- **What to do**: Sort through the entries below and pull out lines containing the word "object".

Segment Open

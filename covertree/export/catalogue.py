r"""JSON, JSON-lines, CSV and LaTeX renderings of a catalogue of covers.

The JSON document is a contract (keys are only ever added)::

    {"problem": {"genus", "target_genus", "degree", "profiles", "codim"},
     "hurwitz_number": "p/q",
     "strata": [{"base": GRAPH, "codim": k, "orbit_size": n, "covers": [COVER, ...],
                 "total_weight": "p/q", "by_source": [{"stable_source": GRAPH, "weight": "p/q"}, ...],
                 "hurwitz_number": "p/q", "identity": true, "n_covers": m}, ...]}

    COVER = {"edge_profiles": [[int, ...], ...], "source": GRAPH, "stable_source": GRAPH,
             "automorphisms": int, "multiplicity": int, "weight": "p/q",
             "stable_codim": int, "stable_name": "delta_1" | null,
             "local_structure": LOCAL}

    LOCAL = {"nodes": [{"edge": k, "indices": [e_1, ...], "lcm": L, "branches": b}, ...],
             "branches": B, "source_edge_indices": [e, ...],
             "stable_nodes": [{"edge": k, "ends": [i, j], "order": o, "type": "delta_i" | null}, ...] | null}

``LOCAL`` is the local structure of the space of admissible covers at the
cover (:mod:`covertree.catalogue.local_structure`): it is locally
``C[[t, s_1..s_k]]/(s_i^{e_i} - t)`` over each base node; ``nodes`` has one
entry per base node (``edge`` indexes the base's ``edges``) with the indices
``e_i`` of the source nodes above it, ``L = lcm(e_i)`` and the number
``prod(e_i)/L`` of branches of the normalisation there; ``branches`` is their
product over the base nodes; ``source_edge_indices`` is the ramification index
of each edge of ``source``, in its order.  ``stable_nodes`` is given on
codimension-one base strata only (``null`` otherwise): per edge of
``stable_source`` (``edge`` indexes its ``edges``), the order ``o`` to which
the node is smoothed along a branch (the sum of ``L/e`` over the source nodes
stabilisation merged into it) and its type (``delta_0`` non-separating,
``delta_i`` separating with genus ``i <= G/2`` on one side; ``null`` for
``G < 2``).  The CSV adds the columns ``node_indices`` (per base node the
``e_i`` joined by ``,``, nodes joined by ``;``), ``node_lcms``,
``node_branches``, ``branches``, ``stable_node_orders`` and
``stable_node_types`` (per stable node, joined by ``;``; empty off
codimension one).

``GRAPH`` is :meth:`covertree.graphs.curve_graph.CurveGraph.to_dict`; base legs
are the branch points ``1..b`` in the order of ``profiles``; ``edge_profiles``
follow the base's ``edges`` order.  Exact rationals are strings ``"p/q"``.

Examples
--------
>>> from covertree.hurwitz.problem import HurwitzProblem
>>> from covertree.catalogue.catalogue import build_catalogue
>>> cat = build_catalogue(HurwitzProblem.build(2, 0, genus=2), max_codim=1)
>>> doc = catalogue_to_dict(cat)
>>> doc["hurwitz_number"], [s["total_weight"] for s in doc["strata"]]
('1/2', ['1/2', '1/2', '1/2'])
>>> print(catalogue_to_csv(cat).splitlines()[0])
base,base_codim,orbit_size,edge_profiles,source,stable_source,stable_codim,stable_name,automorphisms,multiplicity,weight,node_indices,node_lcms,node_branches,branches,stable_node_orders,stable_node_types
"""

from __future__ import annotations

import csv
import io
import json

from covertree.catalogue.catalogue import Catalogue, StratumResult
from covertree.catalogue.covers import Cover
from covertree.catalogue.local_structure import LocalStructure, local_structure
from covertree.export.graphs import notation_math
from covertree.export.latex import latex_document
from covertree.export.rational import latex_rational, rational_str

#: Column names of the CSV rendering (stable: scripts rely on them).
COVER_COLUMNS = (
    "base", "base_codim", "orbit_size", "edge_profiles", "source", "stable_source",
    "stable_codim", "stable_name", "automorphisms", "multiplicity", "weight",
    "node_indices", "node_lcms", "node_branches", "branches", "stable_node_orders", "stable_node_types",
)


def local_to_dict(local: LocalStructure) -> dict:
    """The ``LOCAL`` object of the JSON shape."""
    stable = None
    if local.stable_nodes is not None:
        stable = [{"edge": n.edge, "ends": list(n.ends), "order": n.order, "type": n.type}
                  for n in local.stable_nodes]
    return {
        "nodes": [{"edge": n.edge, "indices": list(n.indices), "lcm": n.lcm, "branches": n.branches}
                  for n in local.nodes],
        "branches": local.branches,
        "source_edge_indices": list(local.source_indices),
        "stable_nodes": stable,
    }


def local_cells(local: LocalStructure) -> tuple[str, str, str, int, str, str]:
    """The local-structure cells of a CSV row (see the module docstring)."""
    stable = local.stable_nodes or ()
    return (
        ";".join(",".join(map(str, n.indices)) for n in local.nodes),
        ";".join(str(n.lcm) for n in local.nodes),
        ";".join(str(n.branches) for n in local.nodes),
        local.branches,
        ";".join(str(n.order) for n in stable),
        ";".join(n.type or "" for n in stable),
    )


def cover_to_dict(cover: Cover) -> dict:
    """The ``COVER`` object of the JSON shape."""
    return {
        "edge_profiles": [list(p) for p in cover.edge_profiles],
        "source": cover.source.to_dict(),
        "stable_source": cover.stable_source.to_dict(),
        "automorphisms": cover.automorphisms,
        "multiplicity": cover.multiplicity,
        "weight": rational_str(cover.weight),
        "stable_codim": cover.stable_source.codim,
        "stable_name": cover.stable_source_name,
        "local_structure": local_to_dict(local_structure(cover)),
    }


def stratum_to_dict(result: StratumResult) -> dict:
    """One entry of ``"strata"``."""
    return {
        "base": result.base.graph.to_dict(),
        "codim": result.base.graph.codim,
        "orbit_size": result.base.orbit_size,
        "covers": [cover_to_dict(c) for c in result.covers],
        "total_weight": rational_str(result.total_weight),
        "by_source": [
            {"stable_source": g.to_dict(), "weight": rational_str(w)} for g, w in result.by_source()
        ],
        "hurwitz_number": rational_str(result.hurwitz_number),
        "identity": result.identity_holds,
        "n_covers": len(result.covers),
    }


def problem_to_dict(problem, codim: int) -> dict:
    """The ``"problem"`` object."""
    return {**problem.to_dict(), "codim": codim}


def catalogue_to_dict(cat: Catalogue) -> dict:
    """The whole JSON document as a dict (``to_json`` without the encoding)."""
    return {
        "problem": problem_to_dict(cat.problem, cat.codim),
        "hurwitz_number": rational_str(cat.hurwitz_number),
        "strata": [stratum_to_dict(s) for s in cat.strata],
    }


def catalogue_to_json(cat: Catalogue) -> str:
    """The JSON document (indented, keys in a fixed order)."""
    return json.dumps(catalogue_to_dict(cat), indent=1)


def cover_to_jsonl(base, cover: Cover) -> str:
    """One JSON line: the ``COVER`` keys plus ``"base"`` (GRAPH) and
    ``"orbit_size"``."""
    record = {"base": base.graph.to_dict(), "orbit_size": base.orbit_size, **cover_to_dict(cover)}
    return json.dumps(record, separators=(",", ":"))


def _profiles_text(cover: Cover) -> str:
    return ";".join(",".join(map(str, p)) for p in cover.edge_profiles)


def cover_row(base, cover: Cover) -> tuple:
    """The CSV row of one cover, in :data:`COVER_COLUMNS` order."""
    return (
        base.graph.notation, base.graph.codim, base.orbit_size, _profiles_text(cover),
        cover.source.notation, cover.stable_source.notation, cover.stable_source.codim,
        cover.stable_source_name or "", cover.automorphisms, cover.multiplicity,
        rational_str(cover.weight), *local_cells(local_structure(cover)),
    )


def catalogue_to_csv(cat: Catalogue) -> str:
    """One row per cover, with a header row."""
    buffer = io.StringIO()
    writer = csv.writer(buffer, lineterminator="\n")
    writer.writerow(COVER_COLUMNS)
    for s in cat.strata:
        for c in s.covers:
            writer.writerow(cover_row(s.base, c))
    return buffer.getvalue()


def catalogue_to_latex(cat: Catalogue, standalone: bool = False) -> str:
    """A booktabs ``longtable`` (one block per stratum), or a complete document."""
    lines = [
        r"\begin{longtable}{llllrrlrrl}",
        r"\toprule",
        r"profiles & source & stable source & name & $|\mathrm{Aut}|$ & mult & weight & $L$ & br & orders \\",
        r"\midrule",
        r"\endhead",
    ]
    for s in cat.strata:
        head = (f"\\multicolumn{{10}}{{l}}{{base {notation_math(s.base.graph.notation)}, codim "
                f"{s.base.graph.codim}, orbit {s.base.orbit_size}: total "
                f"${latex_rational(s.total_weight)}$ vs.\\ $H = {latex_rational(s.hurwitz_number)}$"
                f" ({'holds' if s.identity_holds else 'FAILS'})}} \\\\")
        lines += [head, r"\midrule"]
        for c in s.covers:
            lines.append(" & ".join([
                "$" + ";".join(",".join(map(str, p)) for p in c.edge_profiles) + "$" if c.edge_profiles else "--",
                notation_math(c.source.notation), notation_math(c.stable_source.notation),
                f"$\\{c.stable_source_name.replace('_', '_{')}}}$" if c.stable_source_name else "",
                str(c.automorphisms), str(c.multiplicity), f"${latex_rational(c.weight)}$",
                *_latex_local(local_structure(c)),
            ]) + r" \\")
        lines.append(r"\midrule")
    lines[-1] = r"\bottomrule"
    lines.append(r"\end{longtable}")
    body = "\n".join(lines)
    return _document(body, cat) if standalone else body


def _latex_local(local: LocalStructure) -> list[str]:
    r"""Cells ``L`` (per base node), branches, and the stable nodes' orders with
    their types (``2\,\delta_0``), codimension one only."""
    lcms = ";".join(str(n.lcm) for n in local.nodes) or "--"
    if local.stable_nodes is None:
        orders = ""
    else:
        orders = ", ".join(
            f"{n.order}" + (f"\\,\\delta_{{{n.type.split('_', 1)[1]}}}" if n.type else "")
            for n in local.stable_nodes
        )
        orders = f"${orders}$" if orders else "--"
    return [lcms, str(local.branches), orders]


def _document(body: str, cat: Catalogue) -> str:
    p = cat.problem
    title = (f"Admissible covers of degree {p.degree}, genus {p.genus} over genus "
             f"{p.target_genus}, codimension $\\le {cat.codim}$")
    return latex_document(body, title, ["booktabs", "longtable", "amsmath"], "margin=2cm,landscape")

Segment Closed

- **Final answer**:
    """The ``LOCAL`` object of the JSON shape."""
    """The ``COVER`` object of the JSON shape."""
    """The ``"problem"`` object."""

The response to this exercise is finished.